Did you know that the average American spends around $10,000 per year in taxes?
If you’re tired of paying taxes, you may be looking for a way to reduce your taxes. There are things you can do to help decrease the burden of taxes, but you have to make sure what you do is legal.
Continue reading this article, and we will give you some tips on taxes and how to reduce the amount you pay—legally.
1. Max Out Contributions to 401(k) or Traditional IRA
401(k)s and traditional IRAs are tax-deferred accounts. The general idea behind benefiting from these accounts is to pay taxes later during retirement when you’re earning less income.
If you don’t plan on having a job or a business when you withdraw from your retirement accounts, this may be a good idea for you. On the other hand, if you plan on making a high income from a business or through another source, this might not help in the long-run—even if it does reduce your tax burden now.
2. Consider Employer Benefit Plans
Using employer benefit plans to pay for medical and dental expenses pre-tax will reduce your taxable income.
You might know these benefit plans are an FSA (flexible spending account) or an HSA (health savings account).
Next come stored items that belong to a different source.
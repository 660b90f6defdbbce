"""Reading the files a user hands to steamcalc: bounded in size, regular files only, UTF-8.

Case files, site files and records are small text files. Anything else a path can name (a
device such as ``/dev/zero``, a FIFO that blocks, a folder, a symlink loop, a multi-gigabyte
file) is refused by name before it is read, so a wrong path never hangs or exhausts memory.
"""

from __future__ import annotations

import os
import stat
from pathlib import Path

from ..errors import CaseFileError

#: Largest case or site file read, bytes.
MAX_INPUT_FILE = 1024 * 1024
#: Largest record file read, bytes (records carry steps and bands, still far below this).
MAX_RECORD_FILE = 16 * 1024 * 1024

_BOM = "\ufeff"


def read_text_file(path, what, limit=MAX_INPUT_FILE, error=CaseFileError):
    """The text of a small UTF-8 file (a leading byte-order mark is dropped).

    Parameters
    ----------
    path : str or Path
        The file.
    what : str
        What it is, for messages ("case file", "site file", "record file").
    limit : int
        Largest size accepted, bytes.
    error : type
        The :class:`~steamcalc.errors.SteamcalcError` subclass raised.

    Raises
    ------
    SteamcalcError
        Of class ``error``, naming the file, for anything but a readable regular file
        within the limit.

    Examples
    --------
    >>> read_text_file("/dev/null", "case file")  # doctest: +ELLIPSIS
    Traceback (most recent call last):
    ...
    steamcalc.errors.CaseFileError: /dev/null: the case file is a device or pipe, not a regular file ...
    """
    path = Path(path)
    try:
        info = os.stat(path)
    except FileNotFoundError:
        raise error(f"{what} not found", source=str(path),
                    fix="check the path (relative paths are from the current folder)") from None
    except OSError as exc:
        raise error(f"{what} cannot be opened: {exc.strerror or exc}", source=str(path),
                    fix="check the path (a symbolic link that points to itself, or a folder you may not read)"
                    ) from None
    if stat.S_ISDIR(info.st_mode):
        raise error(f"the {what} is a folder, not a file", source=str(path), fix=f"name the {what} itself")
    if not stat.S_ISREG(info.st_mode):
        raise error(f"the {what} is a device or pipe, not a regular file", source=str(path),
                    fix=f"name a {what} saved on disk")
    if info.st_size > limit:
        raise error(f"the {what} is {info.st_size:,} bytes; steamcalc reads at most {limit:,}",
                    source=str(path), fix=f"check that this is the {what} you meant")
    try:
        with open(path, "rb") as handle:
            data = handle.read(limit + 1)
    except PermissionError:
        raise error(f"you may not read this {what}", source=str(path),
                    fix="check its permissions, or copy it somewhere you can read") from None
    except OSError as exc:
        raise error(f"the {what} could not be read: {exc.strerror or exc}", source=str(path)) from None
    if len(data) > limit:  # it grew between the check and the read
        raise error(f"the {what} is over {limit:,} bytes", source=str(path))
    try:
        text = data.decode("utf-8")
    except UnicodeDecodeError as exc:
        raise error(f"the {what} is not UTF-8 text (byte {exc.start} cannot be read)", source=str(path),
                    fix="save it as UTF-8 text") from None
    return text[1:] if text.startswith(_BOM) else text
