"""The modes new files and folders get under the process's umask (a site folder, a record set)."""

from __future__ import annotations

import os


def current_umask():
    """The process's umask, read without changing it where the system allows."""
    try:
        with open("/proc/self/status", encoding="ascii") as status:
            for line in status:
                if line.startswith("Umask:"):
                    return int(line.split()[1], 8)
    except (OSError, ValueError):
        pass
    mask = os.umask(0o022)  # no /proc: the classic set-and-restore
    os.umask(mask)
    return mask


def file_mode():
    """Mode of a new file under the current umask (0o644 under umask 022)."""
    return 0o666 & ~current_umask()


def folder_mode():
    """Mode of a new folder under the current umask (0o755 under umask 022)."""
    return 0o777 & ~current_umask()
Keep in mind that you have to use money the year you allot it for in your FSA, but you can roll the money over in an HSA.
3. Batch Your Itemized Deductions
Some medical and employment-related expenses have to hit a certain number before you can claim them. Since that is the case, you might want to wait to pay until the next year or prepay this year to make sure you can get the deduction.
If you aren’t sure what deductions to look at, you can look for people that understand taxes. Many of these people you can get help from are connected to the tax free wealth network and similar networks.
4. Keep Great Records
If you don’t keep a record of deductions, there isn’t any way you can get them. The IRS requires you to keep perfect documentation if you want to claim a deduction.
Have a place to put receipts for charitable gifts, business travel, business entertainment, and other similar deductions.
Also, make sure you keep a record of any cash gifts you get or inheritances. If you can’t prove that you reported the income, you could get in trouble with the IRS.
5. Invest in Municipal Bonds
Investing in municipal bonds is a popular option because they are exempt from federal taxes. Keep in mind that their interest rates are very low, but the tax benefits might be enough to make you want to look into them further.
If you aren’t sure if municipal bonds are the best way to build wealth, you should speak to a CPA or a financial advisor.
6. Know Long-Term Capital Gains Are Best
If you hold onto your investments for one year or longer, you’ll get a better tax rate. Depending on your income, you may even get a 0% tax when you cash in on the investment.
When you hold your investments for less than one year, it will be taxed normally.
7. Start a Business
Starting a business will allow you to deduct a lot of things that you use daily. You may be able to deduct part of your household expenses under the home office deduction if you have a qualifying home office.
Don’t be afraid this is going to trigger an automatic audit because that isn’t the case. More and more people have a home office due to the ability to work remotely through the internet.
8. Get IRS Credits
Don’t miss out on IRS credits. These can make a big difference in how much money you have to pay in taxes.
These are credits for parents, students, and even low-income savers. Look through the available credits and see which ones you qualify for.
When you donate, you can deduct those donations off your taxes. You can donate just about anything, but you will need proof from the charity that you donated it.
Donating can help you feel good about yourself, but it can also help you get out from under a heavy tax bill.
10. Buy a Home With a Mortgage
When you have a home mortgage, you can deduct your mortgage interest. Keep in mind that you can only deduct the interest if it is used to buy, build, or improve your home.
There are limitations on deductions with home equity loans, so make sure you know the tax laws before you get started.
11. Know When to Sell Your House
Before you sell your home, you should learn about the home sale exclusion rule.
If you follow the rules, you can get a gain of $250,000 without taxation as a single person and $500,000 as a married person if you’re filing jointly. Keep in mind that it must be your primary residence, and you have to have lived there for at least two of the last five years.
You are only able to claim this exclusion every two years, but keeping this in mind can save you thousands of dollars. Selling your home before those two years can mean a rather pricey tax bill.
How to Reduce Your Taxes – Now You Know
Now you know how to reduce your taxes. You may be able to use some or all of these ideas to take some of the burden off at tax time.